文=鈴木健一郎 写真=FIBA.com

踏ん張りどころでチームで戦えず、19点差の完敗

上海(中国)で行われた日本のワールドカップ初戦、トルコとの一戦。日本代表は立ち上がりが固くビハインドを背負い、その後も自分たちのミスで流れに乗り切れずに完敗を喫した。

日本の先発は篠山竜青、比江島慎、渡邊雄太、八村塁、ニック・ファジーカス。ファジーカスが3ポイントシュートを決めて日本に最初の得点をもたらすも、その直後のゾーンディフェンスで3ポイントシュートを決め返され、比江島のシュートが落ちたところから速攻を浴びて3-11。開始4分でフリオ・ラマスはタイムアウトを取らざるを得なかった。

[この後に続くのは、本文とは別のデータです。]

package minimize

import (
	"context"
	"math"
	"testing"

	"github.com/tenter-go/tenter/action"
	"github.com/tenter-go/tenter/constraint"
	"github.com/tenter-go/tenter/field"
	"github.com/tenter-go/tenter/lattice"
	"github.com/tenter-go/tenter/lattice/refine"
)

// atRefinement checks the limits of a study against exact values, {value,
// tolerance}, which must also lie within the error bars.
func atRefinement(t *testing.T, study refine.Study, measure refine.Measure, exact map[string][2]float64) {
	t.Helper()
	table, err := study.Run(context.Background(), measure)
	if err != nil {
		t.Fatal(err)
	}
	t.Log("\n" + table.String())
	for name, want := range exact {
		e, ok := table.Get(name)
		if !ok || !e.Status.Bounded() {
			t.Errorf("%s has no error bar: %s", name, e.Reason)
			continue
		}
		d := e.Value - want[0]
		t.Logf("%s off by %.2g", name, d)
		if math.Abs(d) > min(e.Error, want[1]) {
			t.Errorf("%s is %.10g ± %.2g, off by %.2g; want %.10g within %g", name, e.Value, e.Error, d, want[0], want[1])
		}
	}
}

// The positive solution of Δu + 50(u − u³) = 0 on the unit square, zero on its
// rim, is the minimum of ∫½|∇u|² + 50·¼(1 − u²)². Energy and value at the centre:
// independent computation (Chebyshev collocation).
func TestAllenCahnSquare(t *testing.T) {
	measure := func(ctx context.Context, b lattice.Block) ([]refine.Quantity, error) {
		s, held := rimmedOn(t, b, action.Wave{Potential: action.Phi4{}, Sigma: action.Uniform(50)})
		start := field.NewHistory(b, 1)
		for k := range start.Data {
			start.Data[k] = 0.5
		}
		found, err := Minimum(ctx, s, held, start, nil)
		if err != nil {
			return nil, err
		}
		mid := b.Sites() / 2
		return []refine.Quantity{
			{Name: "energy", Value: found.Report.CostAfter},
			{Name: "centre", Value: found.History.At(mid, 0, mid)},
		}, nil
	}
	study := refine.Study{Block: unitSquare(15, 15), Levels: 4, Order: 2}
	// Order h⁴ remains: extrapolated from the three coarser levels the energy is off
	// by 3.5e-6, a sixteenth of which the finest one leaves.
	atRefinement(t, study, measure,
		map[string][2]float64{"energy": {10.1691156358, 1e-6}, "centre": {0.9320341481, 1e-6}})
}

// Enneper's surface over (−½, ½)², x = u + uv² − u³/3, y = −v − u²v + v³/3,
// height u² − v², is minimal [Nitsche 1989, Minimal Surfaces vol. 1, chapter
// II]; its area from Green's formula with 30 digits: independent computation.
func TestEnneperSurface(t *testing.T) {
	measure := func(ctx context.Context, b lattice.Block) ([]refine.Quantity, error) {
		whole, err := lattice.NewRegion(b, nil)
		if err != nil {
			return nil, err
		}
		s, err := action.NewCells(whole, film{})
		if err != nil {
			return nil, err
		}
		rim := field.NewHistory(b, 1)
		held := constraint.On(b)
		for n := range b.Slices() {
			for i := range b.Sites() {
				if e := b.At(n, i); n == 0 || n == b.Slices()-1 || i == 0 || i == b.Sites()-1 {
					rim.Set(n, 0, i, enneper(e.X, e.T))
					held.Event(e.T, e.X, rim.At(n, 0, i))
				}
			}
		}
		found, err := Minimum(ctx, s, held, rim, nil)
		if err != nil {
			return nil, err
		}
		var off float64
		for n := range b.Slices() {
			for i := range b.Sites() {
				e := b.At(n, i)
				off = max(off, math.Abs(found.History.At(n, 0, i)-enneper(e.X, e.T)))
			}
		}
		return []refine.Quantity{{Name: "area", Value: found.Report.CostAfter}, {Name: "distance", Value: off}}, nil
	}
	side := lattice.Axis{From: -0.5, Step: 1. / 8, Sites: 9}
	study := refine.Study{Block: lattice.Block{Time: side, Space: side}, Levels: 4, Order: 2}
	// Likewise: the area from the three coarser levels is off by 2.3e-7. The largest
	// distance is taken where it is largest, at another place on each level.
	atRefinement(t, study, measure,
		map[string][2]float64{"area": {1.4213618730196667, 1e-7}, "distance": {0, 1e-6}})
}

// film is the area √(1 + φ_t² + φ_x²) of a graph.
type film struct{}

func (film) Components() int { return 1 }

func (film) Value(j action.Jet) float64 {
	return math.Sqrt(1 + j.Rate[0]*j.Rate[0] + j.Tilt[0]*j.Tilt[0])
}

func (f film) Slope(dst []float64, j action.Jet) {
	w := f.Value(j)
	copy(dst, []float64{0, j.Rate[0] / w, j.Tilt[0] / w})
}

func (f film) Curvature(dst []float64, j action.Jet) {
	w, p, q := f.Value(j), j.Rate[0], j.Tilt[0]
	w3 := w * w * w
	copy(dst, []float64{0, 0, 0, 0, (1 + q*q) / w3, -p * q / w3, 0, -p * q / w3, (1 + p*p) / w3})
}

// enneper is the height of Enneper's surface over (x, y), u and v by Newton's
// method.
func enneper(x, y float64) float64 {
	u, v := x, -y
	for range 50 {
		f, g := u+u*v*v-u*u*u/3-x, -v-u*u*v+v*v*v/3-y
		a, b := 1+v*v-u*u, 2*u*v // ∂(f, g)/∂(u, v) = (a, b; −b, −1 − u² + v²)
		c, d := -b, -1-u*u+v*v
		det := a*d - b*c
		du, dv := (f*d-g*b)/det, (a*g-c*f)/det
		u, v = u-du, v-dv
		if math.Abs(du)+math.Abs(dv) < 1e-16 {
			break
		}
	}
	return u*u - v*v
}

比江島のスティールから渡邊、ファジーカスと繋いでようやくイージーシュートのチャンスを作り出すも、フェイスガードで付かれる八村塁にパスを入れられない状況でボールを動かせず、良いオフェンスを続けられない。一方でトルコはタフショットも強引にねじ込み、終盤に八村がフリースローで繋ぐも、12-28と大量ビハインドで第1クォーターを終えた。

第2クォーターも半ばを過ぎて、日本は本来の武器ではない3ポイントシュートに当たりが出て追い上げるとともに、田中大貴、馬場雄大、竹内譲次のA東京トリオを入れてディフェンスの穴を修正。ここに渡邊のブロックショットも飛び出してトルコがインサイドを攻めあぐねたことで流れが来つつあったが、日本にもターンオーバーが出て波に乗りきれない。それでも終盤、八村の連続得点、イリヤソバの上から叩きつけるダンクが飛び出して35-47、何とか点差を詰めた。

後半、篠山が試合開始直後とは違いボールをシェアして良いオフェンスを作り出すが、やはりディフェンスでトルコの勢いを止められない。10点差まで詰めて粘らないといけない場面で緩んでしまい、強引な1対1の攻めを止められて速攻を浴びる悪循環で20点差と突き放される。

日本は最後まで勢いに乗れず、最終スコア67-86で完敗

田中がハーフコートショットをねじ込んで49-67、18点差で最終クォーターへ。渡邊が連続でスティールを成功させ、ショットクロックがなくなったところで仕掛けた田中がフローターを沈めつつバスケット・カウントをもぎ取る。それでも速攻の一つは決められず、ボーナススローを落としてしまい、反撃にも勢いがつかない。馬場の1対1が止められた後にパス1本での速攻を許して、攻めあぐねるトルコに一息つかせてしまうミスもあった。

日本は最後まで勢いに乗れず、最終スコア67-86で完敗。手痛い敗戦を喫した。

八村は15得点を挙げたものの、フィールドゴール10本中3本とシュート確率は上がらず。10本のフリースローを得ているが、これはトルコが簡単な得点を与えるぐらいならファウルで止めて、八村を気分良くプレーさせないことで日本に勢いを与えなかった策が当たった結果だ。

立ち上がりに落ち着いてプレーできなかったこと、そして自分たちに流れが来つつある時間帯での再三のミス。苦しい時に我慢できずチームではなく個人でプレーしたことで、日本は本来の力を出せなかった。この完敗から次のチェコ戦までにどう立て直すか。1次リーグ突破に向け、日本代表はいきなり崖っぷちに追い込まれた。